Der Verein «Wisent Thal» wurde 2017 gegründet, um rund 1000 Jahre nach der Ausrottung des Wisents das grösste noch existierende Wildtier Europas in der Schweiz wieder anzusiedeln. Gemäss eigenen Angaben soll «mit einer gut überwachten und betreuten freilebenden Wisent-Testherde aus 10 bis 25 Tieren während 10 Jahren überprüft werden, ob Wisente als Wildtiere im Jura leben können». Die Solothurner Bauern haben kein Verständnis für dieses Unterfangen, nachdem bereits die Wildschweine zu einer regelrechten Landplage geworden sind.
Öffentliches Interesse ja oder nein?
Unter dem Titel «Wisent – öffentliches Interesse?» schreibt Peter Brügger auf der Website des Solothurner Bauernverbands: «Unter dem öffentlichen Interesse versteht man gemeinhin etwas, das der Gesellschaft als Ganzes oder zumindest einem erheblichen Teil unserer Gesellschaft dient. Das öffentliche Interesse hat häufig Vorrang gegenüber dem Einzelinteresse. Die Einstufung eines Anliegens als öffentliches Interesse ist in der Politik gang und gäbe und dient dazu, einem Anliegen in der politischen Diskussion mehr Gewicht zu geben. Auch die Juristerei bedient sich nicht selten der Bezeichnung «öffentliches Interesse». Vor allem wenn es darum geht, Anliegen des Staates gegenüber den Anliegen einer Einzelperson oder einer kleineren Gruppierung einzuordnen. Manchmal wird die Bezeichnung «öffentliches Interesse» auch inflationär gebraucht, wie dies in den letzten 20 Jahren mit dem Begriff «Nachhaltigkeit» der Fall war.»
Bauer darf Wald nicht einzäunen
Eine ganz besondere Art des öffentlichen Interessens und dessen Definition hat der Rechtsdienst des Bau- und Justizdepartements des Kantons Solothurn (BJD) bei der Bewilligung der Wisenthaltung im Thal gefunden. Gemäss Interpretation der Juristen im BJD liegt der Wisent und dessen Ansiedlung im Thal im öffentlichen Interesse. Dieses öffentliche Interesse wird gemäss der Verfügung vom 27.12.2019 höher gewichtet als das öffentliche Interesse der Gesellschaft, freien Zutritt zum Wald zu haben.

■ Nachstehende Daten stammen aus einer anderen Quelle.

"""The fleet comparison of a sensor type: which units read unlike their siblings.

``shared.fleet`` scores each unit's curve at a few probe readings against the other units of the
type (robust z, ISO 13528); |z| >= 3 raises an action-level ``fleet_outlier`` flag, 2 < |z| < 3
a warning. Every unit of the type takes part, so this is the one flag whose cost grows with the
fleet. It is therefore kept apart from a calibration's own work:

- Each change of a unit's current calibration (a save, a void, a refit) stores what the
  comparison needs on the unit row (``keep_curve``): the current session and fit, the fit's
  valid range, and the curve at the type's current probe readings.
- The comparison itself runs as a background job per type (``queue``, coalesced: a burst of
  saves gives one job). It reads those stored values with one query, evaluates a stored fit
  again only for units whose stored values are at other probe readings (the common valid range
  moved), scores with ``shared.fleet.score_fleet`` (the same numbers as ``fleet_outliers`` on the
  fits), and writes the type's fleet flags in one short transaction.
- A type edit, a refit and the demo load compare at once (``recompute_fleet``), in their own
  transaction.

Two comparisons of one type never write at the same time: the write locks the type's row
(PostgreSQL, FOR NO KEY UPDATE, which leaves saves free to queue the next job) or holds the write
lock (SQLite); the job queue runs one job per type at a time.
A change committed after a job read the fleet queues the next job, so the flags catch up.
"""

from __future__ import annotations

import logging
from collections.abc import Iterable
from dataclasses import dataclass
from typing import Any

import numpy as np
from sqlalchemy import Table, bindparam, select, update
from sqlalchemy.orm import Session

import shared
from server.calibrations.models import CalibrationSession, FitRecord
from server.db import json_safe, utcnow
from server.flags.models import Flag, FlagKind, Severity
from server.fleet.models import SensorType, Unit, UnitStatus
from server.jobs import service as jobs
from server.jobs.models import JobKind
from server.jobs.runner import JobContext
from shared.fleet import FleetResult, choose_probes, score_fleet

log = logging.getLogger("sensorledger.fleet")
LOAD_CHUNK = 500  # stored fits read per query when probe readings moved


def _g(x: float, digits: int = 3) -> str:
    return f"{x:.{digits}g}"


# -- what each unit keeps --------------------------------------------------------------------------


def curve_at(fit: shared.Fit, probes: list[float] | None) -> dict[str, Any] | None:
    """The curve at the probe readings, when the fit's valid range covers them."""
    if not probes:
        return None
    lo, hi = fit.valid_range
    if min(probes) < lo or max(probes) > hi:
        return None
    values = fit.to_value(np.asarray(probes, dtype=float))
    return {"probes": list(probes), "values": [float(v) for v in values]}


def keep_curve(unit: Unit, current: CalibrationSession | None, sensor_type: SensorType) -> None:
    """Store on the unit what the fleet comparison needs of its current calibration (none:
    the unit takes no part)."""
    record = current.current_fit if current is not None else None
    if current is None or record is None or unit.status is UnitStatus.retired:
        unit.fleet_session_id = unit.fleet_fit_id = None
        unit.fleet_lo = unit.fleet_hi = None
        unit.fleet_values = None
        return
    if unit.fleet_fit_id == record.id and unit.fleet_values is not None:
        stored = unit.fleet_values.get("probes")
        if stored == sensor_type.fleet_probes:
            return
    fit = shared.Fit.from_dict(record.result)
    unit.fleet_session_id, unit.fleet_fit_id = current.id, record.id
    unit.fleet_lo, unit.fleet_hi = (float(v) for v in fit.valid_range)
    unit.fleet_values = curve_at(fit, sensor_type.fleet_probes)


def queue(session: Session, sensor_type: SensorType) -> None:
    """Queue the type's fleet comparison (folded into one already queued). Call it last before
    the commit: the queued job stays locked until then."""
    jobs.enqueue_once(
        session,
        JobKind.fleet,
        jobs.fleet_key(sensor_type.id),
        f"compare the units of {sensor_type.name}",
        sensor_type_id=sensor_type.id,
    )


def catching_up(session: Session, sensor_type: SensorType) -> bool:
    """Is a fleet comparison of the type queued or running?"""
    return jobs.pending(session, JobKind.fleet, sensor_type.id)


# -- the comparison --------------------------------------------------------------------------------


@dataclass(frozen=True, slots=True)
class Member:
    unit_id: int
    serial: str
    session_id: int
    fit_id: int
    lo: float
    hi: float
    stored: dict[str, Any] | None


@dataclass(frozen=True, slots=True)
class Comparison:
    """A fleet comparison computed from a snapshot, ready to be written."""

    sensor_type_id: int
    probes: list[float] | None
    result: FleetResult | None
    members: dict[str, Member]
    refreshed: dict[int, tuple[int, dict[str, Any]]]  # unit id -> (fit id, new stored values)


def members_of(session: Session, sensor_type_id: int) -> list[Member]:
    """The units that take part: not retired, with a current calibration (one query)."""
    rows = session.execute(
        select(
            Unit.id,
            Unit.serial,
            Unit.fleet_session_id,
            Unit.fleet_fit_id,
            Unit.fleet_lo,
            Unit.fleet_hi,
            Unit.fleet_values,
        )
        .where(
            Unit.sensor_type_id == sensor_type_id,
            Unit.status != UnitStatus.retired,
            Unit.fleet_fit_id.is_not(None),
        )
        .order_by(Unit.serial)
    )
    return [
        Member(uid, serial, sid, fid, float(lo), float(hi), values)
        for uid, serial, sid, fid, lo, hi, values in rows
        if sid is not None and fid is not None and lo is not None and hi is not None
    ]


def _load_fits(session: Session, fit_ids: Iterable[int]) -> dict[int, shared.Fit]:
    ids = list(fit_ids)
    out: dict[int, shared.Fit] = {}
    for i in range(0, len(ids), LOAD_CHUNK):
        for fid, result in session.execute(
            select(FitRecord.id, FitRecord.result).where(FitRecord.id.in_(ids[i : i + LOAD_CHUNK]))
        ):
            out[fid] = shared.Fit.from_dict(result)
    return out


def compare(session: Session, sensor_type_id: int) -> Comparison:
    """Score the type's units from what they store; nothing is written."""
    members = {m.serial: m for m in members_of(session, sensor_type_id)}
    if len(members) < 2:
        return Comparison(sensor_type_id, None, None, members, {})
    try:
        probes_arr, basis, skipped = choose_probes({s: (m.lo, m.hi) for s, m in members.items()})
    except shared.CalibrationError:
        return Comparison(sensor_type_id, None, None, members, {})
    probes = [float(p) for p in probes_arr]
    values: dict[str, list[float]] = {}
    stale: list[Member] = []
    for serial, m in members.items():
        if serial in skipped:
            continue
        if m.stored is not None and m.stored.get("probes") == probes:
            values[serial] = m.stored["values"]
        else:
            stale.append(m)
    refreshed: dict[int, tuple[int, dict[str, Any]]] = {}
    fits = _load_fits(session, (m.fit_id for m in stale))
    for m in stale:
        fit = fits.get(m.fit_id)
        if fit is None:  # the fit went since the snapshot; the next comparison sees it
            skipped[m.serial] = "its calibration changed during the comparison"
            continue
        curve = curve_at(fit, probes)
        if curve is None:
            skipped[m.serial] = "valid range does not cover the probe readings"
            continue
        values[m.serial] = curve["values"]
        refreshed[m.unit_id] = (m.fit_id, curve)
    try:
        result = score_fleet(values, probes_arr, basis, skipped)
    except shared.CalibrationError:
        result = None
    return Comparison(sensor_type_id, probes, result, members, refreshed)


def _found(comparison: Comparison, st: SensorType) -> dict[str, tuple[int, Severity, str, Any]]:
    """key -> (unit id, severity, message, evidence) of every outlier the comparison found."""
    result = comparison.result
    out: dict[str, tuple[int, Severity, str, Any]] = {}
    if result is None:
        return out
    for serial, score in result.units.items():
        if score.level not in ("action", "warning"):
            continue
        m = comparison.members[serial]
        row = result.serials.index(serial)
        j = int(np.argmin(np.abs(result.probe_readings - score.at_reading)))
        centre = float(result.center[j])
        key = f"fleet_outlier:{m.unit_id}:{m.session_id}"
        message = (
            f"reads unlike its {len(result.serials) - 1} siblings: robust z "
            f"{score.z_at_max:+.2f} at {_g(score.at_reading, 4)} {st.reading_unit} "
            f"({_g(score.value_at_max, 4)} {st.value_unit} against the median "
            f"{_g(centre, 4)} {st.value_unit})"
        )
        evidence = json_safe(
            {
                "session_id": m.session_id,
                "z": score.z_at_max,
                "at_reading": score.at_reading,
                "value": score.value_at_max,
                "center": centre,
                "scale": float(result.scale[j]),
                "units_compared": len(result.serials),
                "probe_readings": result.probe_readings,
                # this unit at each probe (for the plot): its value, the fleet's robust centre
                # and scale there, and its robust z
                "probe_values": result.values[row],
                "probe_center": result.center,
                "probe_scale": result.scale,
                "probe_z": result.z[row],
                "rule": result.rule,
                "value_unit": st.value_unit,
                "reading_unit": st.reading_unit,
            }
        )
        severity = Severity.action if score.level == "action" else Severity.warning
        out[key] = (m.unit_id, severity, message, evidence)
    return out


def write(session: Session, comparison: Comparison) -> list[Flag]:
    """Store a comparison: the refreshed curves (only where the unit still has the fit they
    were computed from), the type's probe readings, and its fleet flags raised, refreshed or
    closed. The open fleet flags."""
    # FOR NO KEY UPDATE (PostgreSQL): two writes of one type take turns, but a save of one of
    # its units may still queue the next job (the job row's foreign key takes KEY SHARE on this
    # row) while this write waits for that unit's row lock; FOR UPDATE deadlocked them
    st = session.scalar(
        select(SensorType)
        .where(SensorType.id == comparison.sensor_type_id)
        .with_for_update(key_share=True)
    )
    if st is None:
        return []
    if comparison.refreshed:
        table = Unit.__table__
        assert isinstance(table, Table)
        session.execute(
            update(table)
            .where(table.c.id == bindparam("uid"), table.c.fleet_fit_id == bindparam("fid"))
            .values(fleet_values=bindparam("curve")),
            [
                {"uid": uid, "fid": fid, "curve": curve}
                for uid, (fid, curve) in comparison.refreshed.items()
            ],
        )
    st.fleet_probes = comparison.probes
    now = utcnow()
    st.fleet_checked_at = now
    found = _found(comparison, st)
    existing = {
        f.key: f
        for f in session.scalars(
            select(Flag)
            .join(Flag.unit)
            .where(Unit.sensor_type_id == st.id, Flag.kind == FlagKind.fleet_outlier)
        )
    }
    for key, gone in existing.items():
        if key not in found and gone.open:
            gone.open, gone.closed_at = False, now
    kept = []
    for key, (unit_id, severity, message, evidence) in found.items():
        flag = existing.get(key)
        if flag is None:
            flag = Flag(unit_id=unit_id, kind=FlagKind.fleet_outlier, key=key, raised_at=now)
            session.add(flag)
        flag.severity, flag.message, flag.evidence = severity, message, evidence
        flag.open, flag.closed_at = True, None
        kept.append(flag)
    session.flush()
    return kept


def recompute_fleet(session: Session, sensor_type: SensorType) -> list[Flag]:
    """Compare the type's units now, in the caller's transaction (type edits, refits, the demo
    load); the open fleet flags."""
    session.flush()
    return write(session, compare(session, sensor_type.id))


def run_fleet_job(ctx: JobContext) -> None:
    """The fleet job's handler: read and score outside any write transaction, then write the
    flags and finish the job in one short transaction."""
    with ctx.read_factory() as s:
        job = jobs.get_job(s, ctx.job_id)
        sensor_type_id = job.sensor_type_id
        comparison = compare(s, sensor_type_id) if sensor_type_id is not None else None
    ctx.stopping()
    with ctx.factory() as s:
        job = ctx.hold(s)
        opened = write(s, comparison) if comparison is not None else []
        n = len(comparison.members) if comparison is not None else 0
        job.total = job.done = n
        jobs.finish(
            job, f"compared {n} unit{'s' if n != 1 else ''}; {len(opened)} read unlike the rest"
        )
        s.commit()
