"""rational: value = (p0 + p1 r + ... + pm r^m) / (1 + q1 r + ... + qn r^n). Smooth curves.

Option ``degree=(m, n)``: numerator degree m = 0..5, denominator degree n = 1..5 (default (1, 1));
stored as the list [m, n]. Parameters p0..pm (value units per reading^k), q1..qn (per reading^k).

Solving works in the scaled reading t = r / s, s the power of two nearest max |r| (so t is exact
and |t| <= ~1.4): there the powers t^k are of comparable size, where raw r^k for readings in the
hundreds span six or more orders of magnitude (NIST StRD Hahn1, x up to 880 K, stalls unscaled).
The scaled coefficients map back exactly: p_k = p~_k / s^k, q_k = q~_k / s^k.

1. **Starting values** (no user input): a polynomial of degree m (q = 0), and the linearised
   problem v (1 + q1 t + ...) = p(t), which is linear in every parameter, solved by weighted least
   squares twice: with the given weights (Levy) and with relative weights 1 / v^2 (which keeps
   the small values near a steep end in play).
2. **Levenberg–Marquardt** on the true residuals (analytic Jacobian, ``x_scale="jac"``,
   tolerances 1e-15) from each start whose denominator has no zero among the readings, and from a
   start with one only if it already fits better than those (the points may call for a pole).
3. **Gauss–Newton polish** of the best by QR of the Jacobian, while the steps shrink: LM stops
   where the sum of squares no longer changes in double precision, ~1e-8 (relative) from the
   minimum in the parameters; the polish gets to ~1e-11 (the certified digits of Kirby2, Hahn1).

A curve whose denominator is zero inside the range of the readings has a pole there. Among the
fits found, the best one without such a pole is kept, unless the best one with a pole leaves less
than a quarter of its residual sum of squares (then the points call for a pole); either way a
pole inside the range is never returned: SingularFit, with where it is.
"""

from __future__ import annotations

from collections.abc import Callable, Mapping
from numbers import Integral
from types import MappingProxyType
from typing import Any

import numpy as np
from scipy.optimize import least_squares

from shared.errors import BadInput, SingularFit
from shared.families.base import (
    Array,
    Options,
    Solution,
    check_known_options,
    unscaled_covariance,
    weighted_lstsq,
)

MAX_NUMERATOR, MAX_DENOMINATOR = 5, 5
POLISH_STEPS = 20
POLE_PREFERENCE = 4.0  # a fit without a pole wins unless its residual SS is 4x the best's
REAL_ROOT = 1e-9  # a root of the denominator counts as real when |imag| <= this * max(1, |root|)


def _degrees(options: Options) -> tuple[int, int]:
    m, n = options["degree"]
    return int(m), int(n)


def _split(params: Array, m: int) -> tuple[Array, Array]:
    """Numerator coefficients p0..pm and denominator coefficients 1, q1..qn (lowest first)."""
    return params[: m + 1], np.concatenate(([1.0], params[m + 1 :]))


def _pole_in(params: Array, m: int, lo: float, hi: float) -> float | None:
    """A real zero of the denominator in [lo, hi], or None."""
    _, q = _split(params, m)
    q = np.trim_zeros(q, "b")  # q[0] = 1, so at least that remains
    if q.size < 2:
        return None
    for root in np.polynomial.polynomial.polyroots(q):
        if abs(root.imag) <= REAL_ROOT * max(1.0, abs(root)) and lo <= root.real <= hi:
            return float(root.real)
    return None


def _cost(resid: Callable[[Array], Array], theta: Array) -> float:
    """Half the weighted residual sum of squares (inf where the curve is not finite)."""
    with np.errstate(all="ignore"):
        r = resid(theta)
    cost = float(r @ r) / 2
    return cost if np.isfinite(cost) else np.inf


def _descend(
    start: Array, resid: Callable[[Array], Array], jac: Callable[[Array], Array]
) -> tuple[float, Array]:
    """Levenberg–Marquardt from ``start``: (half the residual SS, parameters)."""
    if not np.isfinite(_cost(resid, start)):
        return np.inf, start
    with np.errstate(all="ignore"):
        result = least_squares(
            resid,
            start,
            jac=jac,
            method="lm",
            x_scale="jac",
            xtol=1e-15,
            ftol=1e-15,
            gtol=1e-15,
            max_nfev=100 * (start.size + 1),
        )
    theta = np.asarray(result.x, dtype=float)
    return (_cost(resid, theta) if np.all(np.isfinite(theta)) else np.inf), theta


class Rational:
    """(p0 + ... + pm r^m) / (1 + q1 r + ... + qn r^n)."""

    name = "rational"
    formula = "value = (p0 + p1·r + … + pm·r^m) / (1 + q1·r + … + qn·r^n)   (degree (m, n))"
    typical = "general smooth non-linear response"
    options: Mapping[str, Any] = MappingProxyType({"degree": (1, 1)})
    foldback = False

    def check_options(self, options: Options) -> dict[str, Any]:
        opts = check_known_options(self.name, options, self.options)
        degree = opts["degree"]
        if (
            not isinstance(degree, list | tuple)
            or len(degree) != 2
            or not all(isinstance(d, Integral) and not isinstance(d, bool) for d in degree)
        ):
            raise BadInput(
                f"rational: degree must be two integers (m, n), numerator and denominator "
                f"degrees; got {degree!r}"
            )
        m, n = int(degree[0]), int(degree[1])
        if not 0 <= m <= MAX_NUMERATOR:
            raise BadInput(f"rational: numerator degree m = {m} is outside 0..{MAX_NUMERATOR}")
        if not 1 <= n <= MAX_DENOMINATOR:
            raise BadInput(f"rational: denominator degree n = {n} is outside 1..{MAX_DENOMINATOR}")
        opts["degree"] = [m, n]
        return opts

    def param_names(self, options: Options) -> tuple[str, ...]:
        m, n = _degrees(options)
        return tuple(f"p{k}" for k in range(m + 1)) + tuple(f"q{k}" for k in range(1, n + 1))

    def evaluate(self, params: Array, reading: Array, options: Options) -> Array:
        m, _ = _degrees(options)
        p, q = _split(params, m)
        pv = np.polynomial.polynomial.polyval(reading, p)
        qv = np.polynomial.polynomial.polyval(reading, q)
        with np.errstate(divide="ignore", invalid="ignore"):
            out: Array = pv / qv
        return out

    def jacobian(self, params: Array, reading: Array, options: Options) -> Array:
        """[r^k / Q for p_k; -r^k value / Q for q_k]."""
        m, n = _degrees(options)
        p, q = _split(params, m)
        qv = np.polynomial.polynomial.polyval(reading, q)
        value = np.polynomial.polynomial.polyval(reading, p) / qv
        powers = np.stack([reading**k for k in range(max(m, n) + 1)], axis=-1)
        return np.concatenate(
            [powers[:, : m + 1] / qv[:, None], -powers[:, 1 : n + 1] * (value / qv)[:, None]],
            axis=-1,
        )

    def slope(self, params: Array, reading: Array, options: Options) -> Array:
        """d value / d reading = (P' Q - P Q') / Q^2."""
        m, _ = _degrees(options)
        p, q = _split(params, m)
        poly = np.polynomial.polynomial
        pv, qv = poly.polyval(reading, p), poly.polyval(reading, q)
        dp, dq = poly.polyval(reading, poly.polyder(p)), poly.polyval(reading, poly.polyder(q))
        out: Array = (dp * qv - pv * dq) / qv**2
        return out

    def solve(self, reading: Array, value: Array, weight: Array, options: Options) -> Solution:
        m, n = _degrees(options)
        scale = 2.0 ** np.round(np.log2(np.abs(reading).max()))
        t = reading / scale  # exact: a power of two
        lo, hi = float(t.min()), float(t.max())
        sw = np.sqrt(weight)

        def resid(theta: Array) -> Array:
            return (self.evaluate(theta, t, options) - value) * sw

        wall = np.full_like(value, 1e3 * max(float(np.abs(value * sw).max()), 1e-300))

        def resid_pole_free(theta: Array) -> Array:
            """The residuals; a wall of 1000 x the values once a pole enters (LM backs off)."""
            return wall if _pole_in(theta, m, lo, hi) is not None else resid(theta)

        def jac(theta: Array) -> Array:
            return self.jacobian(theta, t, options) * sw[:, None]

        # LM from every start without a pole among the readings, kept without one; then from a
        # start with one only if it already fits better than those (the points may call for one)
        starts = self._starts(t, value, weight, m, n)
        found = [
            _descend(s, resid_pole_free, jac) for s in starts if _pole_in(s, m, lo, hi) is None
        ]
        bar = min((cost for cost, _ in found), default=np.inf)
        for start in starts:
            if _pole_in(start, m, lo, hi) is not None and _cost(resid, start) < bar:
                found.append(_descend(start, resid, jac))
        fits = [(cost, theta, _pole_in(theta, m, lo, hi)) for cost, theta in found]
        fits = [f for f in fits if np.isfinite(f[0])]
        if not fits:
            raise SingularFit(f"rational {m}/{n}: no starting value led to a finite fit")
        best_cost, _, best_pole = min(fits, key=lambda f: f[0])
        pole_free = [(cost, theta) for cost, theta, pole in fits if pole is None]
        if not pole_free:
            raise self._pole_error(m, n, best_pole, reading, scale, None)
        cost, theta = min(pole_free, key=lambda f: f[0])
        if best_pole is not None and cost > POLE_PREFERENCE * best_cost:
            raise self._pole_error(m, n, best_pole, reading, scale, cost / best_cost)

        theta = self._polish(theta, resid_pole_free, t, value, weight, options)
        pole = _pole_in(theta, m, lo, hi)
        if pole is not None:  # the polish moved a pole in: not expected, but never return one
            raise self._pole_error(m, n, pole, reading, scale, None)
        try:
            cov = unscaled_covariance(self.jacobian(theta, t, options), weight)
        except SingularFit as exc:
            raise SingularFit(
                f"rational {m}/{n}: {exc}; try a lower degree (the numerator and denominator "
                "may nearly share a factor, or the readings span little of their distance from 0)"
            ) from None
        to_raw = scale ** -np.concatenate((np.arange(m + 1), np.arange(1, n + 1)))
        return Solution(params=theta * to_raw, cov_unscaled=cov * np.outer(to_raw, to_raw))

    @staticmethod
    def _pole_error(
        m: int, n: int, pole: float | None, reading: Array, scale: float, worse: float | None
    ) -> SingularFit:
        lo, hi = float(reading.min()), float(reading.max())
        where = f"r = {pole * scale:.6g}" if pole is not None else "a reading"
        alternative = (
            f"the best fit without one leaves {worse:.3g} times the residual sum of squares"
            if worse is not None
            else "no fit without one was found"
        )
        return SingularFit(
            f"rational {m}/{n}: the best fit has a pole (its denominator 1 + q1·r + … is zero) "
            f"at {where}, inside the readings {lo:.6g}..{hi:.6g}; {alternative}. Calibrate each "
            "side of it separately, or use another degree or family"
        )

    def _starts(self, t: Array, value: Array, weight: Array, m: int, n: int) -> list[Array]:
        """Polynomial (q = 0), then the linearised problem with absolute and relative weights."""
        powers = np.stack([t**j for j in range(max(m, n) + 1)], axis=-1)
        try:
            poly, _ = weighted_lstsq(powers[:, : m + 1], value, weight)
        except SingularFit as exc:
            raise SingularFit(
                f"rational {m}/{n}: {exc}: r^0..r^{m} are nearly dependent over these readings; "
                "use a lower degree"
            ) from None
        starts = [np.concatenate((poly, np.zeros(n)))]
        design = np.concatenate([powers[:, : m + 1], -value[:, None] * powers[:, 1 : n + 1]], 1)
        weights = [weight]
        top = float(np.abs(value).max())
        if top > 0:
            weights.append(weight / np.maximum(np.abs(value), 1e-3 * top) ** 2)
        for w in weights:
            try:
                starts.append(weighted_lstsq(design, value, w)[0])
            except SingularFit:
                continue  # e.g. constant values: the linearised columns are dependent
        return starts

    def _polish(
        self,
        theta: Array,
        resid: Callable[[Array], Array],
        t: Array,
        value: Array,
        weight: Array,
        options: Options,
    ) -> Array:
        """Gauss–Newton steps (QR of the Jacobian) while they shrink and do not raise the cost."""
        cost, last = _cost(resid, theta), np.inf
        for _ in range(POLISH_STEPS):
            jac = self.jacobian(theta, t, options)
            try:
                step, _ = weighted_lstsq(jac, value - self.evaluate(theta, t, options), weight)
            except SingularFit:
                break
            # the step's size in value units: each parameter's change times its column's norm
            norms = np.linalg.norm(jac * np.sqrt(weight)[:, None], axis=0)
            size = float(np.max(np.abs(step) * norms))
            if not size < 0.5 * last:
                break
            trial = theta + step
            trial_cost = _cost(resid, trial)
            if not trial_cost <= cost * (1 + 1e-10):
                break
            theta, cost, last = trial, trial_cost, size
        return theta


FAMILY = Rational()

«Als Nichtjurist bin ich bisher davon ausgegangen, dass eine rechtsgleiche Behandlung einen sehr hohen Stellenwert hat. Aus der beruflichen Erfahrung weiss ich, dass wenn ein Bauer seinen Wald einzäunen möchte, dies nicht zulässig ist. Wenn ein Bauer den Zutritt zu seinem Wald jemandem verwehren will, ist dies ebenfalls nicht zulässig. Auch eine Beschränkung des Zutritts ist nicht erlaubt. Ebenso unzulässig ist, wenn ein Landwirt seine Rinder im Wald weiden würde. Mit der Interpretation, dass die Wisente im öffentlichen Interesse stehen, gilt plötzlich die rechtsgleiche Behandlung nicht mehr. Der Verein Wisent Thal bekommt somit als privatrechtlicher Verein die Bewilligung, Wald einzuzäunen, den Zutritt vieler Leute zum Wald zumindest zu erschweren und den Wald künftig zu beweiden. Es mutet richtiggehend wunderbar an, was man mit der Deklaration des öffentlichen Interesses alles erreichen kann. Es ist manchmal schon erstaunlich, welch interessante Wege die Rechtsgelehrten von Amtsstellen finden», so Brügger.